*Material for this task*
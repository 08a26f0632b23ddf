import { StageBounds } from '../construct/bounds-of-stage';
import { NEVER } from '../construct/calendar';
import { compile } from '../construct/compile';
import {
  type Compiled,
  FINISH_FINISH,
  FINISH_START,
  FINISHED,
  FIXED_START,
  FROZEN,
  FREE,
  NO_WINDOW,
  START_FINISH,
  START_START,
  STARTED,
} from '../construct/compiled';
import { curedBy } from '../construct/cured-by';
import type { Ask } from '../construct/ask';
import { Fitter } from '../construct/fitter';
import { type Fit, Layout, newFit } from '../construct/layout';
import { loadPlan } from '../construct/load-plan';
import type { Reason } from '../problem/explanation';
import type { Plan } from '../problem/plan';
import type { Problem } from '../problem/problem';
import { findTaker } from './find-taker';

/** Waits longer than this many turns are told from their latest part. */
const MOST_TURNS = 5000;
/** Other work told as having been in the way, the latest first. */
const MOST_TOLD = 3;

/** Tells why stages of one plan start when they do, by asking, minute by minute gained, what stands against an earlier start. */
export class Explainer {
  readonly compiled: Compiled;
  readonly layout: Layout;
  private readonly fitter: Fitter;
  private readonly bounds: StageBounds;
  private readonly trial: Fit = newFit();

  constructor(problem: Problem, plan: Plan) {
    this.compiled = compile(problem);
    this.layout = new Layout(this.compiled);
    loadPlan(this.layout, plan);
    this.fitter = new Fitter(this.layout);
    this.bounds = new StageBounds(this.layout, this.fitter);
  }

  /**
   * Reasons for a placed stage's start, the one that binds last first. The first holds until the start itself; each holds until
   * no later than the one before; together they leave no time unexplained from the stage's lower bound on.
   */
  reasonsFor(stage: number): Reason[] {
    const tied = this.tiedReason(stage);
    if (tied) return [tied];
    const { reasons, low } = this.lowerBound(stage);
    const turns = this.turnsFrom(stage, low);
    return [...tidy(turns.reverse()), ...reasons];
  }

  private instant(minute: number): number {
    return minute + this.compiled.origin;
  }

  private tiedReason(stage: number): Reason | null {
    const until = this.instant(this.layout.start[stage]);
    switch (this.compiled.work.fixity[stage]) {
      case FINISHED:
      case STARTED:
        return { kind: 'started', until };
      case FROZEN:
        return { kind: 'frozen', until };
      case FIXED_START:
        return this.compiled.stages[stage].pin?.start != null ? { kind: 'pinned', until } : { kind: 'visit', until };
      default:
        return null;
    }
  }

  /** The latest start that links, purchases and the horizon alone ask for, and every reason that asks for exactly that. */
  private lowerBound(stage: number): { reasons: Reason[]; low: number } {
    const { links, work, problem } = this.compiled;
    const found: Reason[] = [{ kind: 'horizon', until: problem.horizon.start }];
    const earliest = this.compiled.stages[stage].earliestStart;
    if (earliest > problem.horizon.start) found.push({ kind: 'earliest', until: earliest });
    for (let k = links.inOf[stage]; k < links.inOf[stage + 1]; k += 1) {
      const link = links.inLinks[k];
      const before = links.from[link];
      const kind = links.kind[link];
      if (this.layout.isPlaced[before] === 0 || kind === FINISH_FINISH || kind === START_FINISH) continue;
      const ref = this.firstEnd(link, before);
      const gap = links.minGap[link];
      const until = this.instant(
        links.isWorking[link] === 1 ? this.compiled.workingClock.earliestAfter(ref, gap) : ref + gap,
      );
      const stageId = this.compiled.stages[before].id;
      if (gap !== 0 || kind === START_START) found.push({ kind: 'gap-after', stageId, gapMinutes: gap, until });
      else if (links.afterWork[link] === 0 && work.dwellAge[before] > 0)
        found.push({ kind: 'dwell-before', stageId, until });
      else found.push({ kind: 'work-before', stageId, until });
    }
    const low = Math.max(...found.map((reason) => reason.until));
    return { reasons: found.filter((reason) => reason.until === low), low: low - this.compiled.origin };
  }

  private firstEnd(link: number, before: number): number {
    const { links } = this.compiled;
    const kind = links.kind[link];
    if (kind === START_START || kind === START_FINISH) return this.layout.start[before];
    return links.afterWork[link] === 1 ? this.layout.end[before] : this.layout.finish[before];
  }

  /** What moved the start on from the lower bound to where it is, in the order of time. */
  private turnsFrom(stage: number, low: number): Reason[] {
    const { layout, trial } = this;
    const start = layout.start[stage];
    const turns: Reason[] = [];
    if (low >= start) return turns;
    const ask = this.askFor(stage);
    layout.unplace(stage);
    for (let t = low, turn = 0; t < start && turn < MOST_TURNS; turn += 1) {
      ask.lowStart = t;
      this.fitter.leniency = 'other-work';
      const fits = this.fitter.fit(ask, trial);
      this.fitter.leniency = 'none';
      if (!fits || trial.start > start) {
        turns.push({ kind: 'kept-for-evenness', until: this.instant(start) });
        break;
      }
      if (trial.start > t) turns.push(this.calendarReason(ask, stage, t, trial.start));
      t = trial.start;
      if (t >= start) break;
      const taken = this.takenReason(ask, stage);
      if (!taken || taken.until - this.compiled.origin > start) {
        turns.push(this.heldReason(stage) ?? { kind: 'kept-for-evenness', until: this.instant(start) });
        break;
      }
      turns.push(taken);
      t = taken.until - this.compiled.origin;
    }
    this.relay(stage, ask);
    return turns;
  }

  private askFor(stage: number): Ask {
    const { layout } = this;
    this.bounds.gather(stage, 0);
    let minutes = 0;
    for (let k = layout.spanAt[stage], left = layout.spanCount[stage]; left > 0; k += 2, left -= 1) {
      minutes += layout.spanPool[k + 1] - layout.spanPool[k];
    }
    return {
      stage,
      crew: layout.crew[stage],
      housing: layout.housing[stage],
      minutes,
      overtime: this.worksOvertime(stage),
      lowStart: 0,
      lowEnd: this.lowEndByLinks(stage),
      lowFinish: -NEVER,
      lastStart: NEVER,
      lastEnd: NEVER,
    };
  }

  /** The earliest end that links from placed stages ask for. */
  private lowEndByLinks(stage: number): number {
    const { links } = this.compiled;
    let low = -NEVER;
    for (let k = links.inOf[stage]; k < links.inOf[stage + 1]; k += 1) {
      const link = links.inLinks[k];
      const kind = links.kind[link];
      const bindsEnd = kind === FINISH_FINISH || kind === START_FINISH;
      if (!bindsEnd || this.layout.isPlaced[links.from[link]] === 0) continue;
      const ref = this.firstEnd(link, links.from[link]);
      const gap = links.minGap[link];
      low = Math.max(low, links.isWorking[link] === 1 ? this.compiled.workingClock.earliestAfter(ref, gap) : ref + gap);
    }
    return low;
  }

  private relay(stage: number, ask: Ask): void {
    const { layout } = this;
    const fit = newFit();
    fit.start = layout.start[stage];
    fit.end = layout.end[stage];
    fit.finish = layout.finish[stage];
    fit.spanCount = layout.spanCount[stage];
    fit.spans = layout.spanPool.slice(layout.spanAt[stage], layout.spanAt[stage] + 2 * fit.spanCount);
    layout.place(stage, fit, ask.crew, ask.housing);
  }

  private worksOvertime(stage: number): boolean {
    const { layout } = this;
    for (const maker of layout.crew[stage]?.makers ?? []) {
      for (let k = layout.spanAt[stage], left = layout.spanCount[stage]; left > 0; k += 2, left -= 1) {
        if (!this.compiled.makers.ordinary[maker].covers(layout.spanPool[k], layout.spanPool[k + 1])) return true;
      }
    }
    return false;
  }

  /** Why nothing can start from `from` until `until`, were there no other work: shifts, opening hours, or a link to its end. */
  private calendarReason(ask: Ask, stage: number, from: number, until: number): Reason {
    const at = this.instant(until);
    for (const bay of ask.housing ?? []) {
      const open = bay >= 0 ? this.compiled.bays.open[bay] : null;
      if (open && !open.covers(until - 1, until))
        return { kind: 'bay-closed', bayId: this.compiled.bayIds[bay], until: at };
    }
    const crew = ask.crew;
    for (let k = 0; crew && k < crew.makers.length; k += 1) {
      const { ordinary, extended } = this.compiled.makers;
      const calendar = (ask.overtime ? extended : ordinary)[crew.makers[k]];
      if (!calendar.covers(until - 1, until)) {
        return { kind: 'crew-off-shift', craftId: this.compiled.craftIds[crew.crafts[k]] ?? '', until: at };
      }
    }
    return this.endBoundReason(stage, at) ?? { kind: 'too-long-for-shift', until: at };
  }

  private endBoundReason(stage: number, until: number): Reason | null {
    const { links } = this.compiled;
    for (let k = links.inOf[stage]; k < links.inOf[stage + 1]; k += 1) {
      const link = links.inLinks[k];
      const kind = links.kind[link];
      if ((kind !== FINISH_FINISH && kind !== START_FINISH) || this.layout.isPlaced[links.from[link]] === 0) continue;
      return {
        kind: 'gap-after',
        stageId: this.compiled.stages[links.from[link]].id,
        gapMinutes: links.minGap[link],
        until,
      };
    }
    return null;
  }

  /** Other work in the way of the trial: the crew's, or what is in the bay. */
  private takenReason(ask: Ask, stage: number): Reason | null {
    const { trial, layout } = this;
    let found: Reason | null = null;
    const isFree = this.compiled.work.continuity[stage] === FREE;
    for (let k = 0; ask.crew && k < ask.crew.makers.length; k += 1) {
      const maker = ask.crew.makers[k];
      const bookings = layout.bookings[maker];
      for (let s = 0; s < (isFree ? Math.min(1, trial.spanCount) : trial.spanCount); s += 1) {
        const end = isFree ? Math.min(trial.spans[1], trial.start + 30) : trial.spans[2 * s + 1];
        const i = bookings.indexAt(trial.spans[2 * s]);
        if (i >= bookings.count || bookings.starts[i] >= end) continue;
        const until = this.instant(bookings.ends[i]);
        if (found && found.until >= until) break;
        found = {
          kind: 'crew-busy',
          makerId: this.compiled.makerIds[maker],
          craftId: this.compiled.craftIds[ask.crew.crafts[k]] ?? '',
          stageId: this.compiled.stages[bookings.stages[i]].id,
          until,
        };
        break;
      }
    }
    const taker = findTaker(layout, stage, ask.housing, trial);
    if (taker && (!found || taker.until > found.until - this.compiled.origin)) {
      const { id: stageId } = this.compiled.stages[taker.stage];
      found = { kind: 'bay-taken', bayId: this.compiled.bayIds[taker.bay], stageId, until: this.instant(taker.until) };
    }
    return found;
  }

  /** Whether a follower's window or maximum gap would be missed by the trial: then the stage was kept back for it. */
  private heldReason(stage: number): Reason | null {
    const { links, work } = this.compiled;
    const { layout, trial } = this;
    for (let k = links.outOf[stage]; k < links.outOf[stage + 1]; k += 1) {
      const link = links.outLinks[k];
      const after = links.to[link];
      if (layout.isPlaced[after] === 0) continue;
      const kind = links.kind[link];
      const startBinds = kind === START_START || kind === START_FINISH;
      const ref = startBinds ? trial.start : links.afterWork[link] === 1 ? trial.end : trial.finish;
      const target = kind === FINISH_START || kind === START_START ? layout.start[after] : layout.end[after];
      let latest = links.maxGap[link] < NEVER ? ref + links.maxGap[link] : NEVER;
      if (links.isWorking[link] === 1 && latest < NEVER)
        latest = this.compiled.workingClock.latestAfter(ref, links.maxGap[link]);
      if (kind === FINISH_START && links.afterWork[link] === 0 && work.windowKind[stage] !== NO_WINDOW) {
        latest = Math.min(
          latest,
          curedBy(this.compiled, stage, layout.housing[stage], trial.end, work.windowAge[stage] + 1) - 1,
        );
      }
      if (latest < target) {
        return {
          kind: 'held-for-window',
          stageId: this.compiled.stages[after].id,
          until: this.instant(layout.start[stage]),
        };
      }
    }
    return null;
  }
}

/**
 * Turns, latest first, as a person would tell them: what bound last in full, then each piece of other work that stood in the way
 * once, without the nights in between.
 */
function tidy(turns: readonly Reason[]): Reason[] {
  const told: Reason[] = [];
  const seen = new Set<string>();
  for (const turn of turns) {
    if (turn.kind === 'crew-busy' || turn.kind === 'bay-taken') {
      if (seen.has(turn.stageId) || seen.size >= MOST_TOLD) continue;
      seen.add(turn.stageId);
      told.push(turn);
    } else if (seen.size === 0 && turn.kind !== told[told.length - 1]?.kind) told.push(turn);
  }
  return told;
}
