import type { FormatInstant, Names } from './names';
import type { PlanChange } from './plan-change';

export function sayChange(_change: PlanChange, _names: Names, _formatInstant: FormatInstant): string {
  throw new Error('Not written yet.');
}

*Work to complete*
Your task is to copy each line of the material that contains the word "before".

*Answer below*
   * no later than the one before; together they leave no time unexplained from the stage's lower bound on.
      const before = links.from[link];
      if (this.layout.isPlaced[before] === 0 || kind === FINISH_FINISH || kind === START_FINISH) continue;
      const ref = this.firstEnd(link, before);
      const stageId = this.compiled.stages[before].id;
      else if (links.afterWork[link] === 0 && work.dwellAge[before] > 0)
        found.push({ kind: 'dwell-before', stageId, until });
      else found.push({ kind: 'work-before', stageId, until });
  private firstEnd(link: number, before: number): number {
    if (kind === START_START || kind === START_FINISH) return this.layout.start[before];
    return links.afterWork[link] === 1 ? this.layout.end[before] : this.layout.finish[before];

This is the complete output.